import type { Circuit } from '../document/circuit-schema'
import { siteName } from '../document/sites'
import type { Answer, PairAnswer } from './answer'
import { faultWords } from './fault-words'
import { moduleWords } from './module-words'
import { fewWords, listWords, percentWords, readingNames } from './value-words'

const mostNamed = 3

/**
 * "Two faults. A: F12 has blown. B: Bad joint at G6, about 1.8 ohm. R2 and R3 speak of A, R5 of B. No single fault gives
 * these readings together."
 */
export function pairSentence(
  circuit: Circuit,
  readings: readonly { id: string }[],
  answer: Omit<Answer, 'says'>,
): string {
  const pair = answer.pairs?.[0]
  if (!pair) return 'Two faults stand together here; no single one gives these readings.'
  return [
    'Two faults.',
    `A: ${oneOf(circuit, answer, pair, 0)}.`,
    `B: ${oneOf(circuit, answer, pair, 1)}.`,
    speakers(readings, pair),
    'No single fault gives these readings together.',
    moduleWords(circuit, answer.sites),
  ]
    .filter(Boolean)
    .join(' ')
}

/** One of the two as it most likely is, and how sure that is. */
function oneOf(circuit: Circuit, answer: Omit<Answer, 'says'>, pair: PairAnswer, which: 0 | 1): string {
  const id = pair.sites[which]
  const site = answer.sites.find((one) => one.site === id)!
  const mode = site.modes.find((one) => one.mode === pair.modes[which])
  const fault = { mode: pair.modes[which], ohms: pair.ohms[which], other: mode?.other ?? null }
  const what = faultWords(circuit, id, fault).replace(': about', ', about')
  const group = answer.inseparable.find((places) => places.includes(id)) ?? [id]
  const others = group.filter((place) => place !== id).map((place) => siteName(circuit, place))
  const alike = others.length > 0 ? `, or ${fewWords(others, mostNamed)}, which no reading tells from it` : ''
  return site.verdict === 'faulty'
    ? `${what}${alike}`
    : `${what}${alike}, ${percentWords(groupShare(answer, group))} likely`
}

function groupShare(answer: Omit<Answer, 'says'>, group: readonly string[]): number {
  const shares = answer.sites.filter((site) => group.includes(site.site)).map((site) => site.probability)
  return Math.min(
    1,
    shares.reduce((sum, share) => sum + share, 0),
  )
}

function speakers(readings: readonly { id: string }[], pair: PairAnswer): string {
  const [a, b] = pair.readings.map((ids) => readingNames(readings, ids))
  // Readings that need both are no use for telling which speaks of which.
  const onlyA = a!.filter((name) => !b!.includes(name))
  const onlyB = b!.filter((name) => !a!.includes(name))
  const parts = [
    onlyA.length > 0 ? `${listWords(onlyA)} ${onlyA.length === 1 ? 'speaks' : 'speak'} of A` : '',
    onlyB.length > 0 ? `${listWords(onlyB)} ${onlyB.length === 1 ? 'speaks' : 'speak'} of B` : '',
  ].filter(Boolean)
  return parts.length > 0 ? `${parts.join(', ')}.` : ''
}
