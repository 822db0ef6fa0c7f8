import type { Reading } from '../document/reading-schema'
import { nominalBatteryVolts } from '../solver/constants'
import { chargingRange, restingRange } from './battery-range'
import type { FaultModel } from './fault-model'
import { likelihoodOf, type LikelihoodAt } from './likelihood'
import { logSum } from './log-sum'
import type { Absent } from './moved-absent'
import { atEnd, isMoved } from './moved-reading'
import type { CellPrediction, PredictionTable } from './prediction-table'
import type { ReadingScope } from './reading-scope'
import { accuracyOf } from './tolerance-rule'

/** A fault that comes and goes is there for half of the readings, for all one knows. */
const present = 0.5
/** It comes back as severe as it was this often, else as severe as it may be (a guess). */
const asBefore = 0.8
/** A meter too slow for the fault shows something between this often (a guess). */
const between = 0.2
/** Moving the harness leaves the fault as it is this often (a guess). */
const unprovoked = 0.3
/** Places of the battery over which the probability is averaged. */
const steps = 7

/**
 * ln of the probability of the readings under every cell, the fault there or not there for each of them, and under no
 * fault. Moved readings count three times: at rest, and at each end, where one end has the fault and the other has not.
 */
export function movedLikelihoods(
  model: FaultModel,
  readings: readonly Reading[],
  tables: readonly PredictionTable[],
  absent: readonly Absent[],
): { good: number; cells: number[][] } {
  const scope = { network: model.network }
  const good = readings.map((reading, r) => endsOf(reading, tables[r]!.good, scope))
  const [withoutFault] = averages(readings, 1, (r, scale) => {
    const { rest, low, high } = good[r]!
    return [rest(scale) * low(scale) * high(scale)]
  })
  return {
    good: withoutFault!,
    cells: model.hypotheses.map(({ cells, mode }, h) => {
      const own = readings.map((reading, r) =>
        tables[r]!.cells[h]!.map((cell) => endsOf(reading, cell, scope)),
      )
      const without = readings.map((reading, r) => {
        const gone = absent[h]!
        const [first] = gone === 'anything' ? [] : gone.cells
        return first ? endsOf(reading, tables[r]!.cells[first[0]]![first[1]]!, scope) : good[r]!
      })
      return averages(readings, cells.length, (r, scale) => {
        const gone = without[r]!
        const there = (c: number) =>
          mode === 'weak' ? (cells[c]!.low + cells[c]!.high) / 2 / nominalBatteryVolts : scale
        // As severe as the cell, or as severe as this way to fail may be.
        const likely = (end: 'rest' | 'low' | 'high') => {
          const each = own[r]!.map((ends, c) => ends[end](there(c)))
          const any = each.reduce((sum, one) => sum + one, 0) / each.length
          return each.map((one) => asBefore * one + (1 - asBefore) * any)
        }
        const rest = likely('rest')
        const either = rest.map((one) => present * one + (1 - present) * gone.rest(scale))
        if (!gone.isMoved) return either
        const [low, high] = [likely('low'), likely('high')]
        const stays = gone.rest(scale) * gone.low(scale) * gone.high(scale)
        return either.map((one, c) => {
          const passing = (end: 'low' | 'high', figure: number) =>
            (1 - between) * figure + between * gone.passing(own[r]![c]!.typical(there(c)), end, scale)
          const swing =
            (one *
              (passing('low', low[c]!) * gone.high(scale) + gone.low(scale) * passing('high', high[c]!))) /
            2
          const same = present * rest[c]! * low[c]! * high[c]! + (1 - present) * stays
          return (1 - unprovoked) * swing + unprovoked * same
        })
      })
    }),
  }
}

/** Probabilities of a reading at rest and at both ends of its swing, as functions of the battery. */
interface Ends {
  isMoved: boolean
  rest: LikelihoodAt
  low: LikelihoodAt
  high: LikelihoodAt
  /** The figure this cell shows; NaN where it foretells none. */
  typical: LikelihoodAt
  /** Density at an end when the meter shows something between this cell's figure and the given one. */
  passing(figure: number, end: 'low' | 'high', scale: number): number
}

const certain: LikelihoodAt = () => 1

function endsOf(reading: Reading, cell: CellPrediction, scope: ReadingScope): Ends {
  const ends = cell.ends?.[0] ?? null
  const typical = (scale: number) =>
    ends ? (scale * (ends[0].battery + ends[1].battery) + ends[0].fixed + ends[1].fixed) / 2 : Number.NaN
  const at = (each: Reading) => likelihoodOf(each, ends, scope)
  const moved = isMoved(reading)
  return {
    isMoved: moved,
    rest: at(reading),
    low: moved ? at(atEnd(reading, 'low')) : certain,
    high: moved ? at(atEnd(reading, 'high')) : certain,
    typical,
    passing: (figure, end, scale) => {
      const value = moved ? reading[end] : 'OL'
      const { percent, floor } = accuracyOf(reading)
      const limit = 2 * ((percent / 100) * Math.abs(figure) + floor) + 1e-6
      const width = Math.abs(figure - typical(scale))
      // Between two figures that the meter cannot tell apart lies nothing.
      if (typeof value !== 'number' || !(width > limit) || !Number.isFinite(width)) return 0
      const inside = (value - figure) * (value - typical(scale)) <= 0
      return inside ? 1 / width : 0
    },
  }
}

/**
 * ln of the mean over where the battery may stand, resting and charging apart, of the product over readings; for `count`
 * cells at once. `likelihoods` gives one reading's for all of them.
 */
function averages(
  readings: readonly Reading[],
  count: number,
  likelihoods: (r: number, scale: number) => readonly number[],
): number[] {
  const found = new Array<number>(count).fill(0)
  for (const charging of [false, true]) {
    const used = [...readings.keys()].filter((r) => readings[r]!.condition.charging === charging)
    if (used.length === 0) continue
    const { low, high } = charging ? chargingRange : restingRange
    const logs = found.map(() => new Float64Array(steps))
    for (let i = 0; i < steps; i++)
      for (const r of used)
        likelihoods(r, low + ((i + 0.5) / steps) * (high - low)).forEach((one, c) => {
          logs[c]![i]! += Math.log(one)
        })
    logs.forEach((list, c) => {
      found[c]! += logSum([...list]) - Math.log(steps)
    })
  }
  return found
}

# # # #

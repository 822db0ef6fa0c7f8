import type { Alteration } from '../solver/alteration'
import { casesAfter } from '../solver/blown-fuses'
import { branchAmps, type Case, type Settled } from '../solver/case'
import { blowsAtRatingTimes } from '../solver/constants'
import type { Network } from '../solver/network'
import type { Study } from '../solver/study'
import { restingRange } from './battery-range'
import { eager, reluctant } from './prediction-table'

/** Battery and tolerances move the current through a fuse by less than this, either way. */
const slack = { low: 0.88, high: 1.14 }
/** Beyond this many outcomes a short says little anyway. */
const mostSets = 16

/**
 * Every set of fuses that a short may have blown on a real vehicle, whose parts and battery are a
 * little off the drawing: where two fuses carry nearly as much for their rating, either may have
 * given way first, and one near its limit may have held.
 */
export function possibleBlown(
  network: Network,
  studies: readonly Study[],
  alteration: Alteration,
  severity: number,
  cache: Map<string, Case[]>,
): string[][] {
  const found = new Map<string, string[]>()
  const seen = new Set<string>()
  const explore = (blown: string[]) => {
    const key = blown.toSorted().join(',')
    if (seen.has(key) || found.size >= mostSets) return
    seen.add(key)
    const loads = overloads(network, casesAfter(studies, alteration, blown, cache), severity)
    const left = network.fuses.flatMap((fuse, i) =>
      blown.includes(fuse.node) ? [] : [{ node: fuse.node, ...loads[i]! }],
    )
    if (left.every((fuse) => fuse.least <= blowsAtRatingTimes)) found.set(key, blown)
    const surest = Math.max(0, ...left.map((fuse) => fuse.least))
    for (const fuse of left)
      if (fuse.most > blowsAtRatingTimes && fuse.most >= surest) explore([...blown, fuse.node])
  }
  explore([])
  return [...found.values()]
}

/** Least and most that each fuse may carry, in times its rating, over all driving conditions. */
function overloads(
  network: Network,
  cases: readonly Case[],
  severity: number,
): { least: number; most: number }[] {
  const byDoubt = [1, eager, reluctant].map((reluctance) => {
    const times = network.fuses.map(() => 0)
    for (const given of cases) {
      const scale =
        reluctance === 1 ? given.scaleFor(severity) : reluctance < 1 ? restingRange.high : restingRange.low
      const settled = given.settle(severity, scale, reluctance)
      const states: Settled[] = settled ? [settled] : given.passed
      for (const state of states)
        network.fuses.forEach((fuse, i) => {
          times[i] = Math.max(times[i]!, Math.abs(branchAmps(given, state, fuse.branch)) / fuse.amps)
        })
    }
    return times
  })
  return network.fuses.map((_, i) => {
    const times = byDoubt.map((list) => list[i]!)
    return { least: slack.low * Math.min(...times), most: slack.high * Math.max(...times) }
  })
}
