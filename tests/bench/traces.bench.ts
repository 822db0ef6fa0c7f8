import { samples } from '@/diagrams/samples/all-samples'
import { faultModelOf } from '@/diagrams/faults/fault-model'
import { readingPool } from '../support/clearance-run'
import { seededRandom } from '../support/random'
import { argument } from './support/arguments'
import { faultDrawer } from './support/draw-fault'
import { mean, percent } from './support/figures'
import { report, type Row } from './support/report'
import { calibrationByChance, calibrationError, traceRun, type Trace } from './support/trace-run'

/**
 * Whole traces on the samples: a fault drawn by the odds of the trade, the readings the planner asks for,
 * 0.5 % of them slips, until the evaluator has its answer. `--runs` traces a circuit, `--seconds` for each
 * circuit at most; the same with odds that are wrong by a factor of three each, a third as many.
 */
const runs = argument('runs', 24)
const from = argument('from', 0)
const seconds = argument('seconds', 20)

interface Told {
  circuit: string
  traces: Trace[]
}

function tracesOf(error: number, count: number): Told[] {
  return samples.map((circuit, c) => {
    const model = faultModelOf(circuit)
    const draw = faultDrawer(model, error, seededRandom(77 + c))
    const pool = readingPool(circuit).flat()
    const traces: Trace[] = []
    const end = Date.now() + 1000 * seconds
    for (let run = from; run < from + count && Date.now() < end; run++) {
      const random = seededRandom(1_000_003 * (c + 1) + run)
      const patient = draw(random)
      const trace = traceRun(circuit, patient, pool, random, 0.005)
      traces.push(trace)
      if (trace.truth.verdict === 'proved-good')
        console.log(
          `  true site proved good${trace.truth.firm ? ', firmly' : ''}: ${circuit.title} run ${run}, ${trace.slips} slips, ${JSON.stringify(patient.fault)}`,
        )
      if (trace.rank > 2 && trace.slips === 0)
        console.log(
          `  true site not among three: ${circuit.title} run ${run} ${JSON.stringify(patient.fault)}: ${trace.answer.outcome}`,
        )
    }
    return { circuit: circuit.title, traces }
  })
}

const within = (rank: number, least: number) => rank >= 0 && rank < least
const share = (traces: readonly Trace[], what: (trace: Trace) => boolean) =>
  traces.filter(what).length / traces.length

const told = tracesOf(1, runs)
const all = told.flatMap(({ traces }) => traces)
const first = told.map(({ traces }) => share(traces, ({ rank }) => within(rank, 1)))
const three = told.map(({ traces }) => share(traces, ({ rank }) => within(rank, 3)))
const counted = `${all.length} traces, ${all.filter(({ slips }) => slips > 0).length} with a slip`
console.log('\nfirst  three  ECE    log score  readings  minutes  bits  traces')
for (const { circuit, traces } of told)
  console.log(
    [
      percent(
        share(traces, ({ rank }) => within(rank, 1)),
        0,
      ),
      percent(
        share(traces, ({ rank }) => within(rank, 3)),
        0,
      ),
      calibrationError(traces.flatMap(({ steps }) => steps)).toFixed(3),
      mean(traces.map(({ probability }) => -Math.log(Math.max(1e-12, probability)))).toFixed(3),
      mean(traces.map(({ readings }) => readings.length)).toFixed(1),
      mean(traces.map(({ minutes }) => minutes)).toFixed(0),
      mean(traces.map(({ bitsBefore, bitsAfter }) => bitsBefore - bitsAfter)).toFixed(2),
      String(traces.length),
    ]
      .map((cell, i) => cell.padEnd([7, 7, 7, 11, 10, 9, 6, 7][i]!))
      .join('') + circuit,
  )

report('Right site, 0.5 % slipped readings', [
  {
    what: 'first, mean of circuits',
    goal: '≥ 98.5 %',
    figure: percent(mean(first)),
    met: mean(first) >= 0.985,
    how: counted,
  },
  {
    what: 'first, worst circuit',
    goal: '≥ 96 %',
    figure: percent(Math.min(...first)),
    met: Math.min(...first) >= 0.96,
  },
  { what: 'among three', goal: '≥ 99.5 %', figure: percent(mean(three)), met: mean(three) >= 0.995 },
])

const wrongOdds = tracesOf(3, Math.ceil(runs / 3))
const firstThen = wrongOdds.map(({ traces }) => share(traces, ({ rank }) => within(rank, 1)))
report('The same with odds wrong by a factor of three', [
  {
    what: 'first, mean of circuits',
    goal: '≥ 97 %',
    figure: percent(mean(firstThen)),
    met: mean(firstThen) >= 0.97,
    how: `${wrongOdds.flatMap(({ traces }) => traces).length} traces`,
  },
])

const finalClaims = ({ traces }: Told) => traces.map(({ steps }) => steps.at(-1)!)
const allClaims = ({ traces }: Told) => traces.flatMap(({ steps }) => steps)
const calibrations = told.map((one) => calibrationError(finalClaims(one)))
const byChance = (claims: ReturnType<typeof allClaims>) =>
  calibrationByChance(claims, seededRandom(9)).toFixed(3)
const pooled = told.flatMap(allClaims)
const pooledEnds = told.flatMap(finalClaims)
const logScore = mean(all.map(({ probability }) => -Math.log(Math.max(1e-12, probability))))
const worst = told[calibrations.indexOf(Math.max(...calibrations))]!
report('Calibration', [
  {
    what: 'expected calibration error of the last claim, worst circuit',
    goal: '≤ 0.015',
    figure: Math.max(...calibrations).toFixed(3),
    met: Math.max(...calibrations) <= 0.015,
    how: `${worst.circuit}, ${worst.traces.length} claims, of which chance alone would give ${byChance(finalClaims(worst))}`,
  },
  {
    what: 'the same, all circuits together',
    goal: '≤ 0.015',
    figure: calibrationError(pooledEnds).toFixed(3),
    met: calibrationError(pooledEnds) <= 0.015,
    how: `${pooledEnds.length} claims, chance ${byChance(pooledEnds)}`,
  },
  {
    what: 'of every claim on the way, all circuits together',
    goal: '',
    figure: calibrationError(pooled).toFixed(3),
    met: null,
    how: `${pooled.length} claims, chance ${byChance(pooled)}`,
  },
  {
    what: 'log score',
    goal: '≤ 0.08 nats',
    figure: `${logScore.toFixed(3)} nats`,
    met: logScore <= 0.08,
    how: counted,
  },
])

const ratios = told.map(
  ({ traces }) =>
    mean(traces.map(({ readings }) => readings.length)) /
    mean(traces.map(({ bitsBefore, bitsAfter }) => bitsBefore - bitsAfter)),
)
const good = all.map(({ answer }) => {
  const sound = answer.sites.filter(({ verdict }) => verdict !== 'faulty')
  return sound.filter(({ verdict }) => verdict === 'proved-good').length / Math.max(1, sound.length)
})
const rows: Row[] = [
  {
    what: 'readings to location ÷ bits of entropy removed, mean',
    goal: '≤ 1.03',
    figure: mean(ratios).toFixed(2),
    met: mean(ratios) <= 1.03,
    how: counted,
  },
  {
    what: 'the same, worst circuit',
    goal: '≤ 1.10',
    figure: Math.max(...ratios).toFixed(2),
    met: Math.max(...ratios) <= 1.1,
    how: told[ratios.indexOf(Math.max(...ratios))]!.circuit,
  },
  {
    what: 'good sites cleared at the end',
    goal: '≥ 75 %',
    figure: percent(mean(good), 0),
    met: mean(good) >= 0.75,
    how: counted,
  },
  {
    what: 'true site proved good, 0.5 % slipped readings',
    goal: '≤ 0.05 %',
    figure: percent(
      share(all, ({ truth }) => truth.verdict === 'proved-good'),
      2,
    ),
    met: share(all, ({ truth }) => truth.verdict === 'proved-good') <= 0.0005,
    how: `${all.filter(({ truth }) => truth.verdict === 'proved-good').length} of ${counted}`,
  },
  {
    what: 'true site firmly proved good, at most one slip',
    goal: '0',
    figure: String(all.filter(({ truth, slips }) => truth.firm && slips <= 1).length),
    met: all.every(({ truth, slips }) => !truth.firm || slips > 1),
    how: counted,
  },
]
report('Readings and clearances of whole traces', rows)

# # # #

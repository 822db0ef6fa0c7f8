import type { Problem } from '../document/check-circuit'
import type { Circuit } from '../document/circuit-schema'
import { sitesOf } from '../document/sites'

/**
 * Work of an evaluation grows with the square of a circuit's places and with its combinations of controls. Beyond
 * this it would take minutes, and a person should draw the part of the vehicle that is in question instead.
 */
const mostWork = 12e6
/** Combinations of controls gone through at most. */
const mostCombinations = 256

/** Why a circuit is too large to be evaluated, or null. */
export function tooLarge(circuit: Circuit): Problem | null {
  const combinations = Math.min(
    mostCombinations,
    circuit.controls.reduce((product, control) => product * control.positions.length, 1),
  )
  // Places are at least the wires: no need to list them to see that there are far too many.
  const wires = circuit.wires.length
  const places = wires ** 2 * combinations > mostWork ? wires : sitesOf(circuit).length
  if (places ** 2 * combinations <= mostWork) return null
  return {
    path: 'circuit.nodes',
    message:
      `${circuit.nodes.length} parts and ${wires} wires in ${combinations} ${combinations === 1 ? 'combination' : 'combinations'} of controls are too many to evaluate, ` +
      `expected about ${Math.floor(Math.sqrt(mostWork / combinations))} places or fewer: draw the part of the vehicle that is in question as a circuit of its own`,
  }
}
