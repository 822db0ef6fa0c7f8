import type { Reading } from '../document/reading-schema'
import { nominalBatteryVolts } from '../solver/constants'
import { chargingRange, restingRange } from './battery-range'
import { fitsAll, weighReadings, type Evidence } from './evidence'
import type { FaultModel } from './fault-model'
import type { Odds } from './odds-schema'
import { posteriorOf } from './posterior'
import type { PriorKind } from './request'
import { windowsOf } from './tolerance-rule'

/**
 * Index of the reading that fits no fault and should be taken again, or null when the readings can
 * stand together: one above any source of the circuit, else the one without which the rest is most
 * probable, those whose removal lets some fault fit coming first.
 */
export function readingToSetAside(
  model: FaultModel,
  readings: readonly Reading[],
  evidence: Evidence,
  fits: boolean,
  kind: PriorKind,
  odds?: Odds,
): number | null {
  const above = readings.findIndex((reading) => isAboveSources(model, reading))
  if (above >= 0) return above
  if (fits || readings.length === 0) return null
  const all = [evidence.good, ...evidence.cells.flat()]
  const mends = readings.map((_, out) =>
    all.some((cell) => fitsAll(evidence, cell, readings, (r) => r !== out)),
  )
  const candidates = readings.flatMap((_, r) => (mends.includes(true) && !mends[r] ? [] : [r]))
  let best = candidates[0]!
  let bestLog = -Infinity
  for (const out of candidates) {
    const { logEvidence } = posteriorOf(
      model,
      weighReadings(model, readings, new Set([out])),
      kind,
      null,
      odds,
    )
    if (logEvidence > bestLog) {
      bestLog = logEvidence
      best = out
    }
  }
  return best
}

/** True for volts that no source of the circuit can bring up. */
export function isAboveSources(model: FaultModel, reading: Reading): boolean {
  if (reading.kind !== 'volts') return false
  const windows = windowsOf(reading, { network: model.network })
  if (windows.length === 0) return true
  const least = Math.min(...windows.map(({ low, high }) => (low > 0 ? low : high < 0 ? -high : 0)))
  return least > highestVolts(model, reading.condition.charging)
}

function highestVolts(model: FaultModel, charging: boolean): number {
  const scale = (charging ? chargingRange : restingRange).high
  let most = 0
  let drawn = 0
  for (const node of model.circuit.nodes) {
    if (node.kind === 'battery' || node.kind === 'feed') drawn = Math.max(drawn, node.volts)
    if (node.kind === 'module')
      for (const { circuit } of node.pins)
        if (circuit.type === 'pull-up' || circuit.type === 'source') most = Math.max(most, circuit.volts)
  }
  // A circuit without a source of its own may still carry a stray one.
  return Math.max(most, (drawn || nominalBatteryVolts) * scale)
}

# # # #

For the string "short", find every line of the material that contains it, and copy each one.

/** Beyond this many outcomes a short says little anyway. */
 * Every set of fuses that a short may have blown on a real vehicle, whose parts and battery are a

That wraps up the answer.